In Part One of our blog series about dysfunctional family roles, we explore three of the roles that commonly emerge when families are dealing with a loved one’s addiction, and how these roles can affect their future relationships.

The Caretaker

The caretaker is an enabler, always covering for the family member with a SUD in regards to their problems and responsibilities. They do these things to keep the rest of the family unit happy.

The caretaker also supports the negative behavior of the individual with the SUD by protecting them from the consequences of their actions. It may be a child who becomes a caretaker for their siblings or a parent whose spouse is the one suffering from the SUD, making them the sole caregiver for the family.

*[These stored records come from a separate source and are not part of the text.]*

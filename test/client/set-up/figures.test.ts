import * as fc from 'fast-check';
import { describe, expect, test } from 'vitest';
import {
  besideText,
  fieldOfFile,
  fileOfField,
  unitOf,
} from '../../../client/state/set-up/figures.ts';
import type { Json } from '../../../client/state/set-up/tree.ts';

const stated = (key: string, map: Json, system: 'si' | 'us', text: string) =>
  fileOfField(text, unitOf(key, map), system);

// NIST SP 811 Appendix B.8: 1 in = 25.4 mm and 1 ksi = 6.894757 MPa, 1 kip = 4.448222 kN.
test.each([
  ['thickness_mm', {}, '0.5', 12.7],
  ['yield_MPa', {}, '50', 344.737864658],
  ['safe_working_load_kN', {}, '10', 44.4822161526],
  ['zero_Cel', {}, '68', 20],
  ['area_cm2', {}, '1', 6.4516],
  ['inertia_y_cm4', {}, '1', 41.62314256],
  ['modulus_y_cm3', {}, '1', 16.387064],
  ['expansion_microstrain_per_K', {}, '6.5', 11.7],
  ['at_m', {}, '100', 2.54],
  ['value', { basis: 'stress_MPa' }, '1', 6.89475729317],
  ['value', { basis: 'temperature_Cel' }, '212', 100],
  // A deadband is a difference: no offset.
  ['deadband', { basis: 'temperature_Cel' }, '1.8', 1],
  ['rated_value', { value_unit: 'mm' }, '1', 25.4],
])('%s of %j typed as %s in US customary units is kept as %d', (key, map, text, kept) => {
  expect(stated(key, map, 'us', text)).toBeCloseTo(kept, 9);
});

test('what has the file’s unit is kept as it was typed, digit by digit', () => {
  fc.assert(
    fc.property(
      fc.double({ noNaN: true, noDefaultInfinity: true }).map((x) => x + 0),
      (figure) => {
        expect(stated('gauge_factor', {}, 'us', String(figure))).toBe(figure);
        expect(stated('resistance_ohm', {}, 'us', String(figure))).toBe(figure);
        expect(stated('thickness_mm', {}, 'si', String(figure))).toBe(figure);
      },
    ),
  );
});

test('bridge output of an input in V/V is read in mV/V', () => {
  expect(fieldOfFile(0.004, unitOf('range', { unit: '/' }), 'si')).toBe('4');
  expect(stated('range', { unit: '/' }, 'si', '4')).toBe(0.004);
});

describe('what is no number', () => {
  test('stays in the draft as it was typed, for the server to refuse', () => {
    expect(stated('gauge_factor', {}, 'si', '2,1x')).toBe('2,1x');
    expect(fieldOfFile('2,1x', null, 'si')).toBe('2,1x');
  });
  test('nothing is nothing', () => {
    expect(stated('gauge_factor', {}, 'si', ' ')).toBeUndefined();
  });
});

test('the figure in the other system stands beside', () => {
  expect(besideText(345, unitOf('yield_MPa', {}), 'si')).toBe('= 50.04\u00a0ksi');
  expect(besideText(25.4, unitOf('thickness_mm', {}), 'us')).toBe('= 25.4\u00a0mm');
  expect(besideText(2.1, unitOf('gauge_factor', {}), 'si')).toBe('');
});
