import type { BridgeResponse, Leads } from '../model/calibration.ts';
import { apply, type FractionalLinear } from '../model/fractional-linear.ts';
import { ohm } from '../model/units.ts';
import { circuitChange, unbalanceFactor } from '../pipeline/3-strain/bridge.ts';
import { CIRCUITS } from '../pipeline/3-strain/circuits.ts';
import { leadFactor, leadUnbalance } from '../pipeline/3-strain/leads.ts';
import {
  outputChange,
  quadraticAt,
  scaled,
  substituted,
  sum,
  type Quadratic,
} from './quadratic.ts';

/** What a strain may be uncertain by, and the unit in which that is stated. */
export const STRAIN_INPUTS = {
  /** Share of the gauge factor. */
  gaugeFactor: '1',
  /** Share of the bridge output; the zero was read through the same input. */
  inputGain: '1',
  /** Share of the excitation that the output is divided by, at the zero as well. */
  excitation: '1',
  /** Of one conductor. */
  leadResistance: 'Ohm',
  /** Poisson's ratio itself. */
  poisson: '1',
  /** Share of the strain that a gauge off its direction, or its transverse sensitivity, may add. */
  misalignment: '1',
  thermalOutput: 'm/m',
  zero: 'm/m',
  zeroSignal: 'V/V',
  noise: 'm/m',
  noiseSignal: 'V/V',
  resolution: 'm/m',
  resolutionSignal: 'V/V',
} as const;
export type StrainInput = keyof typeof STRAIN_INPUTS;

/** What moves in ε = (x − x0)/S, S = GF·K/L, per unit of an input. x is `circuitChange` of r. */
interface Movement {
  /** Of x, as a quadratic in x. */
  readonly output: Quadratic;
  /** Of x0. */
  readonly zero: number;
  readonly leadFactor: number;
  readonly leadUnbalance: number;
  readonly nonlinearity: number;
}

const NOTHING: Quadratic = [0, 0, 0];
const STILL: Movement = {
  output: NOTHING,
  zero: 0,
  leadFactor: 0,
  leadUnbalance: 0,
  nonlinearity: 0,
};

/** The strain's answer to a movement, through bridge, leads and the zero's unbalance. */
const answer = (response: BridgeResponse, moved: Movement): Quadratic => {
  const { circuit, gaugeFactor, gaugeResistance, leads, poisson, zero } = response;
  const lead = leadFactor(leads, gaugeResistance);
  const x0 = apply(circuitChange(response), zero);
  const factor = unbalanceFactor(response);
  const slope = (gaugeFactor * factor) / lead;
  // K = 1 + N/2·(L·x0 − w), as unbalanceFactor has it.
  const unbalance = lead * x0 - leadUnbalance(leads, gaugeResistance);
  const factorMoved =
    (moved.nonlinearity * unbalance +
      CIRCUITS[circuit].nonlinearity(poisson) *
        (moved.leadFactor * x0 + lead * moved.zero - moved.leadUnbalance)) /
    2;
  const slopeMoved = factorMoved / factor - moved.leadFactor / lead;
  return sum(
    scaled(substituted(moved.output, slope, x0), 1 / slope),
    [-moved.zero / slope, 0, 0],
    [0, -slopeMoved, 0],
  );
};

/** Movement of x with the circuit's map, at the reading and (or) at the zero. */
const mapMoved = (response: BridgeResponse, change: FractionalLinear): Movement => {
  const map = circuitChange(response);
  const output = outputChange(map, change);
  return { ...STILL, output, zero: quadraticAt(output, apply(map, response.zero)) };
};

/** r → r + q: only the columns of the map that meet r move. */
const signalMoved = (response: BridgeResponse): Movement => {
  const { a, c } = circuitChange(response);
  return mapMoved(response, { a: 0, b: a, c: 0, d: c });
};

/** r → r·(1 + q). */
const gainMoved = (response: BridgeResponse): Movement => {
  const { a, c } = circuitChange(response);
  return mapMoved(response, { a, b: 0, c, d: 0 });
};

/** B and N of every circuit are linear in Poisson's ratio: a step of 1 has their slope exactly. */
const poissonMoved = (response: BridgeResponse): Movement => {
  const [at0, at1] = [0, 1].map((poisson) => circuitChange({ ...response, poisson }));
  const { nonlinearity } = CIRCUITS[response.circuit];
  if (!at0 || !at1) return STILL;
  const change = { a: at1.a - at0.a, b: at1.b - at0.b, c: at1.c - at0.c, d: at1.d - at0.d };
  return { ...mapMoved(response, change), nonlinearity: nonlinearity(1) - nonlinearity(0) };
};

/** The factor and unbalance of leads are linear in their resistance: 1 Ω has their slope exactly. */
const leadMoved = ({ leads, gaugeResistance }: BridgeResponse): Movement => {
  if (leads.kind === 'none') return STILL;
  const of = (resistance: number): Leads => ({ ...leads, resistance: ohm(resistance) });
  return {
    ...STILL,
    leadFactor: leadFactor(of(1), gaugeResistance) - leadFactor(of(0), gaugeResistance),
    leadUnbalance: leadUnbalance(of(1), gaugeResistance) - leadUnbalance(of(0), gaugeResistance),
  };
};

/**
 * ∂ε/∂input at a strain ε, m/m per unit of the input: exactly a quadratic in ε for every circuit,
 * for the conversion is fractional-linear. Other inputs stay, the node's figure as well.
 */
export const strainSensitivity = (response: BridgeResponse, input: StrainInput): Quadratic => {
  switch (input) {
    case 'gaugeFactor':
      return [0, -1, 0];
    case 'inputGain':
      return answer(response, gainMoved(response));
    case 'excitation':
      return scaled(answer(response, gainMoved(response)), -1);
    case 'leadResistance':
      return answer(response, leadMoved(response));
    case 'poisson':
      return answer(response, poissonMoved(response));
    case 'misalignment':
      return [0, 1, 0];
    case 'zeroSignal':
      return answer(response, { ...signalMoved(response), output: NOTHING });
    case 'noiseSignal':
    case 'resolutionSignal':
      return answer(response, { ...signalMoved(response), zero: 0 });
    case 'thermalOutput':
    case 'zero':
      return [-1, 0, 0];
    case 'noise':
    case 'resolution':
      return [1, 0, 0];
  }
};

When children take on the caretaker role, they grow up quickly and miss out on their childhood. They become emotionally mature for their age and must learn to act like an adult to survive under their circumstances.

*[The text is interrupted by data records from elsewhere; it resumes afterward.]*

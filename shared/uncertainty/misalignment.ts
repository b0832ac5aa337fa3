/**
 * Share by which a gauge at `angle` (rad) to a uniaxial stress reads off its strain, −(1+ν)·sin²β:
 * Mohr's circle, (1−ν)/2 + (1+ν)/2·cos 2β − 1. Never above 0; Dally and Riley, Experimental Stress
 * Analysis. As a tolerance its magnitude is the half-width for a gauge within ± angle.
 */
export const misalignmentError = (angle: number, poisson: number): number =>
  -(1 + poisson) * Math.sin(angle) ** 2;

Siblings may look to their caretaker sibling for safety and guidance. Often, the child who assumes the role of caretaker will feel guilty and take the blame for situations where their younger siblings may get punished.

They may even take care of a parent with a SUD, walking them to bed at night when they are unable to do so. These responsibilities may continue for years, causing the caretaker child to feel more like a parent.

Even in adulthood, the caretaker child may find it hard to stop looking after their family members and loved ones. 

Because caretaker children were in charge and became the parent figure at such a young age, they may have received no emotional support from an adult figure.

Therefore, as adults, they may constantly seek the approval they did not receive as a child. If circumstances finally allow them the opportunity to let go and have fun as a child, they may have trouble because they constantly feel the need to be the responsible one. This can carry on into adulthood as well.

The Hero

The hero is the family member who always insists that everything is fine. They refuse to admit that there is any dysfunction in the family or that they cannot handle the pressures of addiction.

They will try to make the outside world believe that everything is fine in the family as well. It’s not that the hero is boastful or feels a need to impress others, insisting that everything is fine is how they cope with the trauma their family is facing.

The hero often has the best grades in the family and is successful in many other ways.

Because the hero cannot be honest with others or themselves about how bad things actually are, they often build up their guard and have a very hard time letting others get past it. This can make life difficult as they grow up and try to have romantic relationships with others.

The Scapegoat

The scapegoat role does not pretend that everything is alright. Instead, the scapegoat does the exact opposite, and they voice the family’s collective anger.

They often give the family a sense of purpose by providing someone else to blame for their issues, which protects the addicted family member from much of the resentment and blame. 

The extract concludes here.